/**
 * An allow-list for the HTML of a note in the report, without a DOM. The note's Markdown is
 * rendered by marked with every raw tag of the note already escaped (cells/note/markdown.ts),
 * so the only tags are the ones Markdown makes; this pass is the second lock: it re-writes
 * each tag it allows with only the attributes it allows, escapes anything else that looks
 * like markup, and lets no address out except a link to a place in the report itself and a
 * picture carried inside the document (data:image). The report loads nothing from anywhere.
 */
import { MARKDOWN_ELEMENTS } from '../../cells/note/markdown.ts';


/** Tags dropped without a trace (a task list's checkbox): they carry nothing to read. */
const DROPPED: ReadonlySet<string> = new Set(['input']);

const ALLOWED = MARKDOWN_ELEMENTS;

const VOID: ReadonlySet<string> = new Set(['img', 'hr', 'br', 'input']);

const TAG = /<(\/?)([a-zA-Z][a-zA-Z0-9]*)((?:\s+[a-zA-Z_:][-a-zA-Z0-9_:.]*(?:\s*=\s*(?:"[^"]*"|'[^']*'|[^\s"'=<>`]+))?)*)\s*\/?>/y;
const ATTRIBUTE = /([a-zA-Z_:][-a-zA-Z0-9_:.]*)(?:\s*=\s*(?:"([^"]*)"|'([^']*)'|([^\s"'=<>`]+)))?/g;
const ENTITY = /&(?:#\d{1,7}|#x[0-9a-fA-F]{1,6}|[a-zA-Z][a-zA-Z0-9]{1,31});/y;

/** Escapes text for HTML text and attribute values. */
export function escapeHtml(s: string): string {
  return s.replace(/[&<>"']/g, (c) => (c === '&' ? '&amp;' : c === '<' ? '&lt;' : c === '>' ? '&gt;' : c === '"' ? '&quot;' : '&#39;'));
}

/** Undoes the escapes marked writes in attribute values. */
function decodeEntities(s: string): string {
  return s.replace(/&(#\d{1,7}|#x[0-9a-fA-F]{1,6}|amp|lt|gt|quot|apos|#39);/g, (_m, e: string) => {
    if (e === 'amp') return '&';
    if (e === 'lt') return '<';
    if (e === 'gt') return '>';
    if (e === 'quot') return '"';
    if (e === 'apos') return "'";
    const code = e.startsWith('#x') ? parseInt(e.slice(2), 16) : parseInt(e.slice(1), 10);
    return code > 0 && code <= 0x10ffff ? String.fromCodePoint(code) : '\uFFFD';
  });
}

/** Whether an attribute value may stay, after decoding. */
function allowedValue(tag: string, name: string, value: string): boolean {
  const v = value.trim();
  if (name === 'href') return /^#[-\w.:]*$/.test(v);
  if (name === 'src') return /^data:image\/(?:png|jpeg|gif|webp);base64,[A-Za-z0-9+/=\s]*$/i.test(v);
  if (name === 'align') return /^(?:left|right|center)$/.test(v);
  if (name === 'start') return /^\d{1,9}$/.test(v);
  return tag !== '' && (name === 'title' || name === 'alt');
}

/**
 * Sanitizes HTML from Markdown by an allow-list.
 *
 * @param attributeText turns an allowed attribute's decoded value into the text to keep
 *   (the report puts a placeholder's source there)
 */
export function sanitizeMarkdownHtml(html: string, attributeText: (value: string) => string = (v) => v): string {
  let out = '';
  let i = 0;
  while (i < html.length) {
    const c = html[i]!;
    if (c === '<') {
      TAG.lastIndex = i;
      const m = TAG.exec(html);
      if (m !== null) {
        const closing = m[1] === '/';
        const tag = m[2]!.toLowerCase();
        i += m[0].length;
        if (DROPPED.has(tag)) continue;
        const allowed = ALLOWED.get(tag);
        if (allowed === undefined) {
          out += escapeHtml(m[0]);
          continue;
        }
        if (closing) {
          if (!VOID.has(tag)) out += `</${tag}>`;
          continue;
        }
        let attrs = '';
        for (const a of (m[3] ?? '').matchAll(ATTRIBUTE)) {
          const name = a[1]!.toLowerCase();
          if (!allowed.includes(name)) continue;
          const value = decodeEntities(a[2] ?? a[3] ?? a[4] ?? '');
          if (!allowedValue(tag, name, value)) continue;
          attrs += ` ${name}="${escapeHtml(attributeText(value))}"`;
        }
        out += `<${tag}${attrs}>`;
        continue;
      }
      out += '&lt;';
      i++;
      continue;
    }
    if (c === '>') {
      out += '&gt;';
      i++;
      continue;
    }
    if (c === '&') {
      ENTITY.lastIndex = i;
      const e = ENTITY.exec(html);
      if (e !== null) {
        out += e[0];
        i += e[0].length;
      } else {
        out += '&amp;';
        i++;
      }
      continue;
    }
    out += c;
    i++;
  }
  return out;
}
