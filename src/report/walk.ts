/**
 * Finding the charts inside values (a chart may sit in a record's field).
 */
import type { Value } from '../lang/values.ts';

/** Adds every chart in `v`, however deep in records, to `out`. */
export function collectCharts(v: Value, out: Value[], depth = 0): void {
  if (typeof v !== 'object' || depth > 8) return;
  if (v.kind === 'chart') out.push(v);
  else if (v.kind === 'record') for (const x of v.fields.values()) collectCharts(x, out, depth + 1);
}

...

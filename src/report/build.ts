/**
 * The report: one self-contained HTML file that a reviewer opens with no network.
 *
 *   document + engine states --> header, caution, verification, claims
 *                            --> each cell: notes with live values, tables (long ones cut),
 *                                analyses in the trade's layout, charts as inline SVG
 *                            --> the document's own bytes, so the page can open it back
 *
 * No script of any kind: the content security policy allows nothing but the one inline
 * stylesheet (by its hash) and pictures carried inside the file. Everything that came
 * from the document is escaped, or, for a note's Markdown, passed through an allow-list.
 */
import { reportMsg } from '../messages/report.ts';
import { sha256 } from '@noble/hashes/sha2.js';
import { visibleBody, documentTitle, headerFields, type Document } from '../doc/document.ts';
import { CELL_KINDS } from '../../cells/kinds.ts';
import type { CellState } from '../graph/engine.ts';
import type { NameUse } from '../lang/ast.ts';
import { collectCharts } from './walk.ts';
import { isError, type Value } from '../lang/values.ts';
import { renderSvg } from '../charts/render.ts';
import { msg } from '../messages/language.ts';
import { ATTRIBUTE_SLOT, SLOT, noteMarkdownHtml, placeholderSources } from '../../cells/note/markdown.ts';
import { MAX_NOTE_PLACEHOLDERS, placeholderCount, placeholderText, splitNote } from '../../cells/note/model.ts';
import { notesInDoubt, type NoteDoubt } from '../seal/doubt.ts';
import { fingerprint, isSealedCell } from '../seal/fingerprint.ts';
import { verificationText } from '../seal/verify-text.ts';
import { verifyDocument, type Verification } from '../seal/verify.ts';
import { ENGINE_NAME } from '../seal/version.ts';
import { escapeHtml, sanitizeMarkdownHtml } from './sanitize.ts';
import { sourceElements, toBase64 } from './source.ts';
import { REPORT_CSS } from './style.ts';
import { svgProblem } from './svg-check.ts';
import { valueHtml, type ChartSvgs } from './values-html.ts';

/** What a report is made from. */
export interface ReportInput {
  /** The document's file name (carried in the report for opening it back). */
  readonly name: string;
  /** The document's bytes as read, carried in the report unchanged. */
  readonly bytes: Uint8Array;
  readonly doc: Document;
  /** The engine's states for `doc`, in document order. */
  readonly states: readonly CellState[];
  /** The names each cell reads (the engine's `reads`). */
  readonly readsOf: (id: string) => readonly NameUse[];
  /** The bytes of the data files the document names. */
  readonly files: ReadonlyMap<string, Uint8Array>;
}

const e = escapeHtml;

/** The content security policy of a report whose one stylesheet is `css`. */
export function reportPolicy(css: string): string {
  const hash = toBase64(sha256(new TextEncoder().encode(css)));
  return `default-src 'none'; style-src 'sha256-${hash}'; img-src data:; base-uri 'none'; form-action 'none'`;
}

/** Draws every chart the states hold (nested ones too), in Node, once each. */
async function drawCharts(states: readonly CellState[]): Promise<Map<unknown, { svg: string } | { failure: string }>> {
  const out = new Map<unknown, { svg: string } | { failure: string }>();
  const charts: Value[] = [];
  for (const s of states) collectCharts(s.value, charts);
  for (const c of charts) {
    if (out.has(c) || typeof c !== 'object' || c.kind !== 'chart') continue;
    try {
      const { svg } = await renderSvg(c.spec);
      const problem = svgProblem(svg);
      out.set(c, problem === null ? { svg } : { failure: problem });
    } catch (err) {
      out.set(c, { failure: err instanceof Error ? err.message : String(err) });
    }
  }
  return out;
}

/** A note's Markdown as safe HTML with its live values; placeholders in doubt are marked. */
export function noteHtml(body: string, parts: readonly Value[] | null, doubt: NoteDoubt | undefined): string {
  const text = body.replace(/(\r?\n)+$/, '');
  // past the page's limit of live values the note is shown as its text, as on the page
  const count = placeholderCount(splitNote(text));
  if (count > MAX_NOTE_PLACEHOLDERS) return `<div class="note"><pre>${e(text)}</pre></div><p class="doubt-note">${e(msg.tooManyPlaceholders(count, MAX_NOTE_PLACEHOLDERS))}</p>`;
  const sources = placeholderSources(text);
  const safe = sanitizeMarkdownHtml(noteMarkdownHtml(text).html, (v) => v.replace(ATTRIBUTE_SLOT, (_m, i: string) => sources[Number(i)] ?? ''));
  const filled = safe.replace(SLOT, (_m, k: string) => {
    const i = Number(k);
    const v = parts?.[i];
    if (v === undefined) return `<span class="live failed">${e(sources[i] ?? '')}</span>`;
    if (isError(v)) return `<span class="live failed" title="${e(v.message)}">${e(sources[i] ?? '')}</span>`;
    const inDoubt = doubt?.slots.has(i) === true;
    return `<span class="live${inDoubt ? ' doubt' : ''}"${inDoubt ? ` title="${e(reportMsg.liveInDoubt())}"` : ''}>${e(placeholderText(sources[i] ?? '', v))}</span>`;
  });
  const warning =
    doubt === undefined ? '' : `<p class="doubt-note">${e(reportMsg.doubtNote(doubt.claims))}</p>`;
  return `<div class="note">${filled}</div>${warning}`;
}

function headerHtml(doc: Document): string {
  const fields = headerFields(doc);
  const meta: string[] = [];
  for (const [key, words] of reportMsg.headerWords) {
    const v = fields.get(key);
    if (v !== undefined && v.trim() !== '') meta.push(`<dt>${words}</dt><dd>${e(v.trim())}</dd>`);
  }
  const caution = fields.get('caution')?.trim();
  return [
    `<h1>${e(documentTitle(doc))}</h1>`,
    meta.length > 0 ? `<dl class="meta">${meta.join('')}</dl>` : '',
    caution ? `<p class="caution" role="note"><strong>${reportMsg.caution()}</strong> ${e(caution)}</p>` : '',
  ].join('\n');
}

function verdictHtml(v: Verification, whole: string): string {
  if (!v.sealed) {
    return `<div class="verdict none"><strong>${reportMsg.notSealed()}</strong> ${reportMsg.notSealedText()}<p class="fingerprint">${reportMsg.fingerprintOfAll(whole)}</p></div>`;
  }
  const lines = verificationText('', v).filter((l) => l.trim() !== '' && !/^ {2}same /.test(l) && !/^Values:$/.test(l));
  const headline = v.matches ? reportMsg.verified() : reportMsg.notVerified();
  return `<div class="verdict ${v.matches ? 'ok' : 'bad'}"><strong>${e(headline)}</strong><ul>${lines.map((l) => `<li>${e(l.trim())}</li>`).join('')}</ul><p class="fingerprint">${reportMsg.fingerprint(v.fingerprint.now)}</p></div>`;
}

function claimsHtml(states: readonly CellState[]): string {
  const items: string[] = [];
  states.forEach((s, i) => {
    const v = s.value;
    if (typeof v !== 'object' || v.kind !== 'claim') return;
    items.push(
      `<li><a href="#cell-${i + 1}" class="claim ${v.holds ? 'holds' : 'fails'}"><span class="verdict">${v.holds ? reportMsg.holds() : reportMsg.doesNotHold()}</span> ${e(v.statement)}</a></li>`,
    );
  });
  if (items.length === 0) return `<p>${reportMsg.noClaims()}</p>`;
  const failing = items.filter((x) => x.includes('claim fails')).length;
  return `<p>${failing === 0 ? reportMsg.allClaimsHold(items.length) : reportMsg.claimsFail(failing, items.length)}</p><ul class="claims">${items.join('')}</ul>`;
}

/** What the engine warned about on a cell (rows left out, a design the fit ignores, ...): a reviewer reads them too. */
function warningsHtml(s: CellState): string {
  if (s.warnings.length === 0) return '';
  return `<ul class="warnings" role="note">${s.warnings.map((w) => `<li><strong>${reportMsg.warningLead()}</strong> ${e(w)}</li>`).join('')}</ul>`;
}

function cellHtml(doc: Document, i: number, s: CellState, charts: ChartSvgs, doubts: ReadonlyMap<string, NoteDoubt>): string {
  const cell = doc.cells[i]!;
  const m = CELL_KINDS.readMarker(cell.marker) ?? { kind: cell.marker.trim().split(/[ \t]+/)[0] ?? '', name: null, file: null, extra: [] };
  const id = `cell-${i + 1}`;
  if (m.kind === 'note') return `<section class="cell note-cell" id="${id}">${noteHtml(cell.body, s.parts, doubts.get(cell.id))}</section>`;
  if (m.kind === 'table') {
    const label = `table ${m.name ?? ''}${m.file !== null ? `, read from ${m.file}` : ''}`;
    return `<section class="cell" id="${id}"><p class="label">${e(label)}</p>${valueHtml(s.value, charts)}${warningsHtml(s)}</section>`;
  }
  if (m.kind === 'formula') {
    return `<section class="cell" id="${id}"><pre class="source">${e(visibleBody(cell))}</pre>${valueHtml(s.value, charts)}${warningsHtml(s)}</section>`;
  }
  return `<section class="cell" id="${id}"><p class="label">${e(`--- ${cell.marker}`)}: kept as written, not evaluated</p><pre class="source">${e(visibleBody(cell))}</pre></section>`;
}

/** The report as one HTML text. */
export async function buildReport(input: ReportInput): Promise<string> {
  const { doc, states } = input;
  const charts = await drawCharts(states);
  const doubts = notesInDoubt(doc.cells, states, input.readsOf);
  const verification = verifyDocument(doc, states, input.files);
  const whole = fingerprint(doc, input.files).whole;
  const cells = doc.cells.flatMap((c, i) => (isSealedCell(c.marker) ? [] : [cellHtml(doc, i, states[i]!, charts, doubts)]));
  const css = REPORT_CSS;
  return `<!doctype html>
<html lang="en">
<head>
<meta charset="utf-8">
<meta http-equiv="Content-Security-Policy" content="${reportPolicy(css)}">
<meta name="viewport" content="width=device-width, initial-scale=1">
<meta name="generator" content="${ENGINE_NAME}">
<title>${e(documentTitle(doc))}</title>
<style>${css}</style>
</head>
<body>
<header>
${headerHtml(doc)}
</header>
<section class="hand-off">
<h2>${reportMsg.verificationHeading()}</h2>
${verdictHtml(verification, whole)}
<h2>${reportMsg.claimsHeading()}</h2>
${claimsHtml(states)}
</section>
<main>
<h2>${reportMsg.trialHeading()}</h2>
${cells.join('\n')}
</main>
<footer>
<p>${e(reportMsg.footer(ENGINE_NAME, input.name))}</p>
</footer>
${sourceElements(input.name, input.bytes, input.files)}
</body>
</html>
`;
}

* * *

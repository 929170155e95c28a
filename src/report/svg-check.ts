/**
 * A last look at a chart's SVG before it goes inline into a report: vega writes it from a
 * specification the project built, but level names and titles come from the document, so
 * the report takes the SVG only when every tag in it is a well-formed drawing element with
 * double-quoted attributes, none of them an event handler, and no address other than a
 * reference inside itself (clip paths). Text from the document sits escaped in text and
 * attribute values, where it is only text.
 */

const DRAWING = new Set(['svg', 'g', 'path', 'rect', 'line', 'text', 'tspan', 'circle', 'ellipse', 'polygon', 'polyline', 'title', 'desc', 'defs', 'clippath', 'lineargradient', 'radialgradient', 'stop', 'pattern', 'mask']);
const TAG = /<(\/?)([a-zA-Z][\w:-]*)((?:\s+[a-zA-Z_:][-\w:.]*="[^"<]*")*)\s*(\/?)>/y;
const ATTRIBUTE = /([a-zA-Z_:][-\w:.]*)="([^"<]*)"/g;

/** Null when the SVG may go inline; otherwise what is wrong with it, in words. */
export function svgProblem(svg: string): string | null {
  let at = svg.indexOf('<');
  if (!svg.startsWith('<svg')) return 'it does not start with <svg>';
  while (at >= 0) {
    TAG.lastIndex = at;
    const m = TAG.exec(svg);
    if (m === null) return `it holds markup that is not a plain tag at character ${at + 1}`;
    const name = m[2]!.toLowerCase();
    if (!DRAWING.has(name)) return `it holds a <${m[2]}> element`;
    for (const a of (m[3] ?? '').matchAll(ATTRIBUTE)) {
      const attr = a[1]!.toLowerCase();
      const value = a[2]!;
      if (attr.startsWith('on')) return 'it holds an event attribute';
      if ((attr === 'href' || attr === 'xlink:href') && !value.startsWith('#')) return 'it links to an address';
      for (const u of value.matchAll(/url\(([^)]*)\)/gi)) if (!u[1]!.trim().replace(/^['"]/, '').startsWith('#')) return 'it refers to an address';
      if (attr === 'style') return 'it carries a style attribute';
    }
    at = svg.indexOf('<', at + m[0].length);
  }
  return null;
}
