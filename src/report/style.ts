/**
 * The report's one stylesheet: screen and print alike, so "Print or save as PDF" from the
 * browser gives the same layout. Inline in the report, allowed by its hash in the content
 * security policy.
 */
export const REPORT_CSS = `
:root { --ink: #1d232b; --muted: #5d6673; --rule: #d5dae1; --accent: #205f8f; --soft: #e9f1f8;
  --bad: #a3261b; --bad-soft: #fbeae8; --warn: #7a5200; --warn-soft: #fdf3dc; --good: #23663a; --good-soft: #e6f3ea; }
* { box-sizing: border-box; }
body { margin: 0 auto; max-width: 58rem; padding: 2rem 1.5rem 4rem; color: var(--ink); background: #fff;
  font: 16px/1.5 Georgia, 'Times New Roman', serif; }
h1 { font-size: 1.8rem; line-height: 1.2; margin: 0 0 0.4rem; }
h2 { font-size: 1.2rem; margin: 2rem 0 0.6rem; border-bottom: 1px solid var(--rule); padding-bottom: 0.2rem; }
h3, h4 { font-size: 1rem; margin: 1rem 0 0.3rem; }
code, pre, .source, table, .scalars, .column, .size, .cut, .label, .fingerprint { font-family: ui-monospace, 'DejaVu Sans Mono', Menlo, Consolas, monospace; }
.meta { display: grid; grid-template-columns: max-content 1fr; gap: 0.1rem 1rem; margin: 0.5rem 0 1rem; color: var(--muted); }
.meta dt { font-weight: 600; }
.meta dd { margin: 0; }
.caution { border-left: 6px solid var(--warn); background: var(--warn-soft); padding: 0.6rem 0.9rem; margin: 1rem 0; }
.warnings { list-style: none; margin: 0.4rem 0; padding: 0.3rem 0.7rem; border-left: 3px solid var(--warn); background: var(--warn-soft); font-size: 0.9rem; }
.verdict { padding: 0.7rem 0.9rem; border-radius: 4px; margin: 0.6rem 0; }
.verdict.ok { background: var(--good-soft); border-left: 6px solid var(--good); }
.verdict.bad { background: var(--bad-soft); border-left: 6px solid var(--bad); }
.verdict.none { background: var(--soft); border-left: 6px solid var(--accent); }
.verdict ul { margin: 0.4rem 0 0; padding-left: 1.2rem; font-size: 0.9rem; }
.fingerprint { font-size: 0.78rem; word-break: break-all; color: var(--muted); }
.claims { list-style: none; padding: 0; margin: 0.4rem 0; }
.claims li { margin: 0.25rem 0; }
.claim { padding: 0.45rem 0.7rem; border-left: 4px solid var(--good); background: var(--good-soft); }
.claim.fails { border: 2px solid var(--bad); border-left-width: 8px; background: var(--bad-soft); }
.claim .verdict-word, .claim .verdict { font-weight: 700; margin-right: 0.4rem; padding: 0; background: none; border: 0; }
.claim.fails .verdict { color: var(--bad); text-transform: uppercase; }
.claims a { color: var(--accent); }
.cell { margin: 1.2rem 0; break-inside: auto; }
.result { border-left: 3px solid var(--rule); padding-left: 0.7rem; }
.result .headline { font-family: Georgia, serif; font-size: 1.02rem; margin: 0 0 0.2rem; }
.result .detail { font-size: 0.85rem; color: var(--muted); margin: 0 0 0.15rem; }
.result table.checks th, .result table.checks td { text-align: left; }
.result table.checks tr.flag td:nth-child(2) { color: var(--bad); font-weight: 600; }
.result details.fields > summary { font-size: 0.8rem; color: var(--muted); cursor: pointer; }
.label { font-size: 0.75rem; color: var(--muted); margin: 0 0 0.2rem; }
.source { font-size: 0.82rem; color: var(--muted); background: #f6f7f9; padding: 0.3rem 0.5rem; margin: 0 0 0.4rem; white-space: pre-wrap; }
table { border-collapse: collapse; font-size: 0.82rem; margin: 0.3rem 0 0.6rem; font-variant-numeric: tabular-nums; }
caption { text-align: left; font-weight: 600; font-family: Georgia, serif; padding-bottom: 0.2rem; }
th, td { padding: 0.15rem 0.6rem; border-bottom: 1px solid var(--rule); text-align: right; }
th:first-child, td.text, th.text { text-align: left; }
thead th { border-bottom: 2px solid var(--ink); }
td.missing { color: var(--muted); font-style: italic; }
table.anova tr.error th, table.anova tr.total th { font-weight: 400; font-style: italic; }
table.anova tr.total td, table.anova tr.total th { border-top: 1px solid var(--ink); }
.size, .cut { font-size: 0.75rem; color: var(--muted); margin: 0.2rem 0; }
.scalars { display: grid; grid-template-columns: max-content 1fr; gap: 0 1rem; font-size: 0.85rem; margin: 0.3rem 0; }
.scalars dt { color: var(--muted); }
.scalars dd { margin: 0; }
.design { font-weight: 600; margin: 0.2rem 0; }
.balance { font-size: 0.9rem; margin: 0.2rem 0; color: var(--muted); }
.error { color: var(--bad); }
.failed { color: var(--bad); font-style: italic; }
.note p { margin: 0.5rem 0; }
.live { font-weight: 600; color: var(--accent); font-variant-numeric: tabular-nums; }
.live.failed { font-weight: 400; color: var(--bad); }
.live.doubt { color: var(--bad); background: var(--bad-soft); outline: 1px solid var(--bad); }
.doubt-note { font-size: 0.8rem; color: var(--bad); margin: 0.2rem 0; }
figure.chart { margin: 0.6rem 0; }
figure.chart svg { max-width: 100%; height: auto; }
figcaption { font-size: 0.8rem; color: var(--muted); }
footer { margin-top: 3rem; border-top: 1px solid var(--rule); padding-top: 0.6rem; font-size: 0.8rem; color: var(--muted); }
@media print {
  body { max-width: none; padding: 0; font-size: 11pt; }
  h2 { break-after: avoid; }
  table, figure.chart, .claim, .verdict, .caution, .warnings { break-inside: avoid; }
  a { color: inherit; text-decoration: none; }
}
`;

§ **Your goal**:
From the entries above, print the lines beginning at the one with "const code = e.startsWith('#x')" and stopping after the one with "if (!allowed.includes(name)) continue;", exactly as written and with nothing else.

§ **Answer to this task**:
    const code = e.startsWith('#x') ? parseInt(e.slice(2), 16) : parseInt(e.slice(1), 10);
    return code > 0 && code <= 0x10ffff ? String.fromCodePoint(code) : '\uFFFD';
  });
}

/** Whether an attribute value may stay, after decoding. */
function allowedValue(tag: string, name: string, value: string): boolean {
  const v = value.trim();
  if (name === 'href') return /^#[-\w.:]*$/.test(v);
  if (name === 'src') return /^data:image\/(?:png|jpeg|gif|webp);base64,[A-Za-z0-9+/=\s]*$/i.test(v);
  if (name === 'align') return /^(?:left|right|center)$/.test(v);
  if (name === 'start') return /^\d{1,9}$/.test(v);
  return tag !== '' && (name === 'title' || name === 'alt');
}

/**
 * Sanitizes HTML from Markdown by an allow-list.
 *
 * @param attributeText turns an allowed attribute's decoded value into the text to keep
 *   (the report puts a placeholder's source there)
 */
export function sanitizeMarkdownHtml(html: string, attributeText: (value: string) => string = (v) => v): string {
  let out = '';
  let i = 0;
  while (i < html.length) {
    const c = html[i]!;
    if (c === '<') {
      TAG.lastIndex = i;
      const m = TAG.exec(html);
      if (m !== null) {
        const closing = m[1] === '/';
        const tag = m[2]!.toLowerCase();
        i += m[0].length;
        if (DROPPED.has(tag)) continue;
        const allowed = ALLOWED.get(tag);
        if (allowed === undefined) {
          out += escapeHtml(m[0]);
          continue;
        }
        if (closing) {
          if (!VOID.has(tag)) out += `</${tag}>`;
          continue;
        }
        let attrs = '';
        for (const a of (m[3] ?? '').matchAll(ATTRIBUTE)) {
          const name = a[1]!.toLowerCase();
          if (!allowed.includes(name)) continue;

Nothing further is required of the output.